Records from a dataset
......

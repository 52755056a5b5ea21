// The language server's incremental path against a from-scratch analysis: after each edit the
// engine re-parses one file from its edited previous tree and re-checks only the affected
// boundary items; the facts and the findings must equal those of a fresh Workspace over the
// same texts (the CLI's path).

import { describe, expect, test } from "vitest";
import * as fs from "node:fs";
import * as path from "node:path";
import { fileURLToPath } from "node:url";
import { Workspace } from "../../server/src/analysis/workspace.js";
import { extractFile } from "../../server/src/extract/index.js";
import { Engine, offsetAt } from "../../server/src/lsp/engine.js";
import type { Finding } from "../../server/src/rules/api.js";
import { replaceFirst } from "../helpers/edits.js";

const ROOT = path.resolve(path.dirname(fileURLToPath(import.meta.url)), "../..");
const DEMO = path.join(ROOT, "test-fixtures/sonar-demo");
const H = path.join(DEMO, "include/sonar_kernels.h");
const RS = path.join(DEMO, "kernels/src/lib.rs");

const key = (f: Finding) => `${f.rule}|${path.relative(DEMO, f.range.file)}|${f.range.line}:${f.range.col}-${f.range.endLine}:${f.range.endCol}|${f.message}`;

/** Edits as (file, text to find, replacement): each introduces or removes a seam slip. */
const EDITS: [string, string, string][] = [
  [H, "double *output", "float *output"], // fixes slip #1
  [RS, "n_samples: i64", "n_samples: i32"], // changes slip #2
  [H, "void sonar_fir_free(sonar_fir *h);", "void sonar_fir_free(sonar_fir *h, int flags);"], // arity
  [RS, "pub extern \"C\" fn sonar_set_gain", "#[unsafe(no_mangle)]\npub extern \"C\" fn sonar_set_gain"], // fixes slip #4
  [H, "    double snr_db;", "    float snr_db;"], // layout mismatch on the struct
  [H, "float *output", "double *output"], // back to slip #1
  [RS, "pub flags: u8,", "pub flags: u16,"],
  [H, "typedef struct sonar_detection {", "typedef struct sonar_detection_t {"],
  // lines inserted and removed above unchanged functions: their reused body facts must shift
  [RS, "use core::slice;", "use core::slice;\n\n// two\n// more lines\n"],
  [RS, "\n    if h.is_null() {\n        return -1;", "\n    if h.is_null() {\n        return -2;"],
  [RS, "use core::slice;\n\n// two\n// more lines\n", "use core::slice;"],
  // an unchanged item whose facts depend on a const elsewhere in the file must be read again
  [RS, "use core::slice;", "use core::slice;\npub const SONAR_PROBE_TAPS: usize = 4;\n#[repr(C)]\npub struct SonarProbe {\n    pub taps: [f32; SONAR_PROBE_TAPS],\n}"],
  [RS, "SONAR_PROBE_TAPS: usize = 4;", "SONAR_PROBE_TAPS: usize = 8;"],
  // an edit inside one function after its neighbours moved
  [RS, "#[repr(C)]\npub struct SonarProbe {", "\n#[repr(C)]\npub struct SonarProbe {"],
  [RS, "        return -2;", "        return -3;"],
];

describe("incremental re-analysis equals a fresh analysis", () => {
  test("facts and findings after each of a series of edits", async () => {
    const ws = await Workspace.create();
    const engine = new Engine(ws);
    engine.scan([DEMO]);
    engine.analyze(true);
    const texts = new Map<string, string>();
    for (const f of [H, RS]) {
      texts.set(f, fs.readFileSync(f, "utf8"));
      engine.open(f, texts.get(f)!, 1);
    }
    engine.analyze();
    // opened as on disk: the items noted when the file was read are reused, nothing to read again
    expect(engine.needsSeed).toBe(false);
    let version = 1;
    const scopes: string[] = [];
    for (const [file, from, to] of EDITS) {
      const t = texts.get(file)!;
      const c = replaceFirst(t, from, to);
      const doc = engine.docs.get(file)!;
      expect(offsetAt(doc, c.range.start)).toBe(c.at);
      engine.change(file, [{ range: c.range, text: to }], ++version);
      const nt = c.after;
      texts.set(file, nt);
      expect(engine.docs.get(file)!.text).toBe(nt);
      const res = engine.analyze();
      expect(res.scope).not.toBe("full");
      scopes.push(res.scope);
      // facts from the incremental parse equal facts from a fresh parse
      const got = JSON.stringify(ws.facts(file));
      const want = JSON.stringify(extractFile(file, nt));
      if (got !== want) {
        let i = 0;
        while (got[i] === want[i]) i++;
        throw new Error(`facts differ after ${from} → ${to} at ${i}: …${got.slice(i - 300, i + 80)}… vs …${want.slice(i - 20, i + 80)}…`);
      }
      // findings equal a fresh workspace's
      const fresh = await Workspace.create();
      fresh.loadAll([DEMO]);
      for (const [f, tx] of texts) fresh.update(f, tx);
      expect(res.findings.map(key).sort(), `after ${from} → ${to}`).toEqual(fresh.check().map(key).sort());
    }
    // a Rust document opened with a text other than the disk's is read through the item cache by
    // the analysis of the open, and its next edit takes the item-level scope as well
    const DET = path.join(DEMO, "kernels/src/detector.rs");
    const det = "// opened with unsaved changes\n" + fs.readFileSync(DET, "utf8");
    engine.open(DET, det, 1);
    engine.analyze();
    expect(engine.needsSeed).toBe(false);
    const at = det.indexOf("threshold: f32");
    expect(at).toBeGreaterThan(0);
    const p0 = det.slice(0, at).split("\n");
    engine.change(DET, [{ range: { start: { line: p0.length - 1, character: p0[p0.length - 1]!.length }, end: { line: p0.length - 1, character: p0[p0.length - 1]!.length + "threshold: f32".length } }, text: "threshold: f64" }], 2);
    const r2 = engine.analyze();
    expect(r2.scope).toBe("items");
    const fresh = await Workspace.create();
    fresh.loadAll([DEMO]);
    for (const [f, tx] of texts) fresh.update(f, tx);
    fresh.update(DET, det.replace("threshold: f32", "threshold: f64"));
    expect(r2.findings.map(key).sort()).toEqual(fresh.check().map(key).sort());
    // the Rust edits that change one exported function take the item-level scope
    expect(scopes[1]).toBe("items");
    expect(scopes[3]).toBe("items");
    engine.dispose();
  });
});

describe("documents opened before the workspace was read", () => {
  test("are read through the item cache by the first analysis; the next edit takes the item-level scope", async () => {
    const engine = new Engine(await Workspace.create());
    const text = fs.readFileSync(RS, "utf8");
    engine.open(RS, text, 1); // the editor sent didOpen before the index was built
    engine.scan([DEMO]);
    engine.analyze(true);
    expect(engine.needsSeed).toBe(false);
    const at = text.indexOf("n_samples: i64");
    const p0 = text.slice(0, at).split("\n");
    const line = p0.length - 1;
    const ch = p0[line]!.length + "n_samples: ".length;
    engine.change(RS, [{ range: { start: { line, character: ch }, end: { line, character: ch + 3 } }, text: "i32" }], 2);
    const res = engine.analyze();
    expect(res.scope).toBe("items");
    const fresh = await Workspace.create();
    fresh.loadAll([DEMO]);
    fresh.update(RS, text.replace("n_samples: i64", "n_samples: i32"));
    expect(res.findings.map(key).sort()).toEqual(fresh.check().map(key).sort());
    engine.dispose();
  });
});
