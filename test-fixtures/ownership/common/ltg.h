/* Lightning-detector front end: C interface of the Rust stroke kernels (hand-written).
 * Shared by the C++ fixtures of the ownership rules. */
#ifndef LTG_H
#define LTG_H

#include <stdint.h>

#ifdef __cplusplus
extern "C" {
#endif

/* Opaque stroke tracker and sensor channel, both owned by Rust. */
typedef struct ltg_tracker ltg_tracker;
typedef struct ltg_sensor ltg_sensor;

ltg_tracker *ltg_tracker_new(uint32_t window);
int ltg_tracker_feed(ltg_tracker *h, float field_vm);
uint32_t ltg_tracker_count(const ltg_tracker *h);
void ltg_tracker_free(ltg_tracker *h);

ltg_sensor *ltg_sensor_new(uint32_t channel);
float ltg_sensor_gain(const ltg_sensor *s);
void ltg_sensor_free(ltg_sensor *s);

/* Channel label; release with ltg_label_free. */
char *ltg_label(uint32_t channel);
void ltg_label_free(char *s);

#ifdef __cplusplus
}
#endif

#endif /* LTG_H */
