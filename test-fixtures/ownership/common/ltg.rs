//! Lightning-detector front end: stroke tracker and sensor channels, owned by Rust behind
//! opaque handles. Every handle has a constructor and a NULL-safe release function.

use core::ffi::{c_char, c_int};
use std::ffi::CString;

pub struct StrokeTracker {
    window: u32,
    count: u32,
    last: Vec<f32>,
}

pub struct Sensor {
    channel: u32,
    gain: f32,
}

#[unsafe(no_mangle)]
pub extern "C" fn ltg_tracker_new(window: u32) -> *mut StrokeTracker {
    Box::into_raw(Box::new(StrokeTracker { window, count: 0, last: Vec::with_capacity(16) }))
}

#[unsafe(no_mangle)]
pub unsafe extern "C" fn ltg_tracker_feed(h: *mut StrokeTracker, field_vm: f32) -> c_int {
    match unsafe { h.as_mut() } {
        Some(st) => {
            if field_vm.abs() > 1000.0 {
                st.count = st.count.wrapping_add(1);
                if st.last.len() < st.window as usize {
                    st.last.push(field_vm);
                }
            }
            0
        }
        None => -1,
    }
}

#[unsafe(no_mangle)]
pub unsafe extern "C" fn ltg_tracker_count(h: *const StrokeTracker) -> u32 {
    match unsafe { h.as_ref() } {
        Some(st) => st.count,
        None => 0,
    }
}

#[unsafe(no_mangle)]
pub unsafe extern "C" fn ltg_tracker_free(h: *mut StrokeTracker) {
    if h.is_null() {
        return;
    }
    drop(unsafe { Box::from_raw(h) });
}

#[unsafe(no_mangle)]
pub extern "C" fn ltg_sensor_new(channel: u32) -> *mut Sensor {
    Box::into_raw(Box::new(Sensor { channel, gain: 1.0 }))
}

#[unsafe(no_mangle)]
pub unsafe extern "C" fn ltg_sensor_gain(s: *const Sensor) -> f32 {
    match unsafe { s.as_ref() } {
        Some(s) => s.gain * (1.0 + s.channel as f32 * 0.0),
        None => 0.0,
    }
}

#[unsafe(no_mangle)]
pub unsafe extern "C" fn ltg_sensor_free(s: *mut Sensor) {
    if !s.is_null() {
        drop(unsafe { Box::from_raw(s) });
    }
}

#[unsafe(no_mangle)]
pub extern "C" fn ltg_label(channel: u32) -> *mut c_char {
    CString::new(format!("ltg-ch{channel}")).unwrap_or_default().into_raw()
}

#[unsafe(no_mangle)]
pub unsafe extern "C" fn ltg_label_free(s: *mut c_char) {
    if s.is_null() {
        return;
    }
    drop(unsafe { CString::from_raw(s) });
}
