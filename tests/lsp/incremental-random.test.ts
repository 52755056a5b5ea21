// Random edit sequences on the demo's Rust files through the language server's engine (item
// reuse, item-level and file-level scopes) against a fresh analysis of the same texts: after
// every edit the findings must be the same (fast-check, fixed seed; FERRULE_FUZZ_RUNS for more).

import { describe, expect, test } from "vitest";
import fc from "fast-check";
import * as fs from "node:fs";
import * as path from "node:path";
import { fileURLToPath } from "node:url";
import { Workspace } from "../../server/src/analysis/workspace.js";
import { Engine } from "../../server/src/lsp/engine.js";
import type { Finding } from "../../server/src/rules/api.js";

const ROOT = path.resolve(path.dirname(fileURLToPath(import.meta.url)), "../..");
const DEMO = path.join(ROOT, "test-fixtures/sonar-demo");
// two Rust files (item-level scope) and the header they are declared in (file-level scope,
// narrowed for the open Rust documents that link to it)
const FILES = ["kernels/src/lib.rs", "kernels/src/detector.rs", "include/sonar_kernels.h"].map((f) => path.join(DEMO, f));
const C_TOKENS = ["float", "double", "size_t", "long", "int", "uint32_t", "int64_t"];
const key = (f: Finding) => `${f.rule}|${path.relative(DEMO, f.range.file)}|${f.range.line}:${f.range.col}-${f.range.endLine}:${f.range.endCol}|${f.message}|${f.related.map((r) => `${path.relative(DEMO, r.range.file)}:${r.range.line}`).join(",")}`;

const TOKENS = ["usize", "u32", "i64", "i32", "f32", "f64", "*mut", "*const", "c_int", "u8", "u16"];

/** One edit: what to do, where (a fraction of the text), and a token for replacements. */
const editArb = fc.record({
  op: fc.constantFrom("newline", "delete-line", "retype", "retype", "retype", "duplicate-line", "blank-fn"),
  at: fc.integer({ min: 0, max: 9999 }).map((n) => n / 10000),
  token: fc.constantFrom(...TOKENS),
  file: fc.constantFrom(0, 1, 2),
});

/** Applies an edit to a text; returns the replaced range [start, end) and the new text there. */
function plan(text: string, e: { op: string; at: number; token: string }, c = false): { start: number; end: number; insert: string } {
  if (c && (e.op === "retype" || e.op === "blank-fn")) {
    // a C type in a declaration (after `(`, `, ` or `const `) becomes another
    const found: [number, string][] = [];
    const typePos = (i: number) => text[i - 1] === "(" || [", ", "t "].includes(text.slice(i - 2, i));
    for (const t of C_TOKENS) for (let i = text.indexOf(t); i >= 0; i = text.indexOf(t, i + 1)) if (typePos(i)) found.push([i, t]);
    found.sort((a, b) => a[0] - b[0]);
    if (!found.length) return { start: 0, end: 0, insert: "" };
    const [s, t] = found[Math.min(found.length - 1, Math.floor(e.at * found.length))]!;
    return { start: s, end: s + t.length, insert: C_TOKENS[(e.token.length + Math.floor(e.at * 97)) % C_TOKENS.length]! };
  }
  const lines = text.split("\n");
  const li = Math.min(lines.length - 1, Math.floor(e.at * lines.length));
  const lineStart = lines.slice(0, li).reduce((n, l) => n + l.length + 1, 0);
  const line = lines[li]!;
  switch (e.op) {
    case "newline":
      return { start: lineStart, end: lineStart, insert: "\n" };
    case "delete-line":
      return { start: lineStart, end: Math.min(text.length, lineStart + line.length + 1), insert: "" };
    case "duplicate-line":
      return { start: lineStart, end: lineStart, insert: line + "\n" };
    case "blank-fn":
      return { start: lineStart, end: lineStart, insert: `pub extern "C" fn sonar_probe_${li}(n: ${e.token.startsWith("*") ? "usize" : e.token}) {}\n` };
    default: {
      // one of the type-like tokens of the file (picked by `at`) becomes another
      const found: [number, string][] = [];
      // (in a type position: after `: `, `-> ` or a pointer's `*mut `/`*const `, not in a `use`)
      const typePos = (i: number) => [": ", "> ", "t "].includes(text.slice(i - 2, i));
      for (const t of TOKENS) for (let i = text.indexOf(t); i >= 0; i = text.indexOf(t, i + 1)) if (typePos(i)) found.push([i, t]);
      found.sort((a, b) => a[0] - b[0]);
      if (!found.length) return { start: 0, end: 0, insert: "" };
      const [s, t] = found[Math.min(found.length - 1, Math.floor(e.at * found.length))]!;
      return { start: s, end: s + t.length, insert: e.token };
    }
  }
}

function posAt(text: string, off: number): { line: number; character: number } {
  const before = text.slice(0, off).split("\n");
  return { line: before.length - 1, character: before[before.length - 1]!.length };
}

describe("random edits: incremental analysis equals a fresh one", () => {
  test("findings after every edit of random sequences", async () => {
    const runs = Number(process.env.FERRULE_FUZZ_RUNS ?? 12);
    await fc.assert(
      fc.asyncProperty(fc.array(editArb, { minLength: 1, maxLength: 5 }), async (edits) => {
        const ws = await Workspace.create();
        const engine = new Engine(ws);
        engine.scan([DEMO]);
        engine.analyze(true);
        const texts = FILES.map((f) => fs.readFileSync(f, "utf8"));
        FILES.forEach((f, i) => engine.open(f, texts[i]!, 1));
        engine.analyze();
        engine.seed();
        let version = 1;
        for (const e of edits) {
          const t = texts[e.file]!;
          const { start, end, insert } = plan(t, e, FILES[e.file]!.endsWith(".h"));
          engine.change(FILES[e.file]!, [{ range: { start: posAt(t, start), end: posAt(t, end) }, text: insert }], ++version);
          texts[e.file] = t.slice(0, start) + insert + t.slice(end);
          const res = engine.analyze();
          const fresh = await Workspace.create();
          fresh.loadAll([DEMO]);
          FILES.forEach((f, i) => fresh.update(f, texts[i]!));
          expect(res.findings.map(key).sort(), JSON.stringify(edits)).toEqual(fresh.check().map(key).sort());
        }
        engine.dispose();
      }),
      { seed: Number(process.env.FERRULE_FUZZ_SEED ?? 20261202), numRuns: runs },
    );
  }, 120_000);
});

/** Start offset of every line, as the LSP counts lines (`\r\n`, `\r` and `\n` end a line). */
function lineStartsOf(text: string): number[] {
  const out = [0];
  for (let i = 0; i < text.length; i++) {
    if (text[i] === "\r" && text[i + 1] === "\n") i++;
    if (text[i] === "\n" || text[i] === "\r") out.push(i + 1);
  }
  return out;
}

describe("line starts kept in step with edits", () => {
  test("random replacements (LF and CRLF texts) leave the same line starts as a fresh count", () => {
    const piece = fc.constantFrom("a", "fn x() {}", "\n", "\r\n", "\r", "\n\n", "é", "🛰", "");
    fc.assert(
      fc.property(fc.array(piece, { maxLength: 40 }), fc.array(fc.tuple(fc.nat(), fc.nat(), fc.array(piece, { maxLength: 4 })), { minLength: 1, maxLength: 8 }), (start, edits) => {
        const engine = new Engine(new Workspace());
        const file = path.join(DEMO, "scratch.rs");
        let text = start.join("");
        engine.open(file, text, 1);
        let v = 1;
        for (const [a, b, ins] of edits) {
          const s = Math.min(a, b) % (text.length + 1);
          const e = Math.max(s, Math.max(a, b) % (text.length + 1));
          const insert = ins.join("");
          engine.change(file, [{ range: { start: posAt2(text, s), end: posAt2(text, e) }, text: insert }], ++v);
          text = text.slice(0, s) + insert + text.slice(e);
          const d = engine.docs.get(file)!;
          expect(d.text).toBe(text);
          expect(d.lineStarts).toEqual(lineStartsOf(text));
        }
      }),
      { seed: 4242, numRuns: 300 },
    );
  });
});

/** LSP position of an offset under the same line rules. */
function posAt2(text: string, off: number): { line: number; character: number } {
  const starts = lineStartsOf(text);
  let line = 0;
  while (line + 1 < starts.length && starts[line + 1]! <= off) line++;
  return { line, character: off - starts[line]! };
}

......

- Assignment
Which of the lines above include the word "float"? Copy each of them.

- Written response
  [H, "double *output", "float *output"], // fixes slip #1
  [H, "    double snr_db;", "    float snr_db;"], // layout mismatch on the struct
  [H, "float *output", "double *output"], // back to slip #1
int ltg_tracker_feed(ltg_tracker *h, float field_vm);
float ltg_sensor_gain(const ltg_sensor *s);
const C_TOKENS = ["float", "double", "size_t", "long", "int", "uint32_t", "int64_t"];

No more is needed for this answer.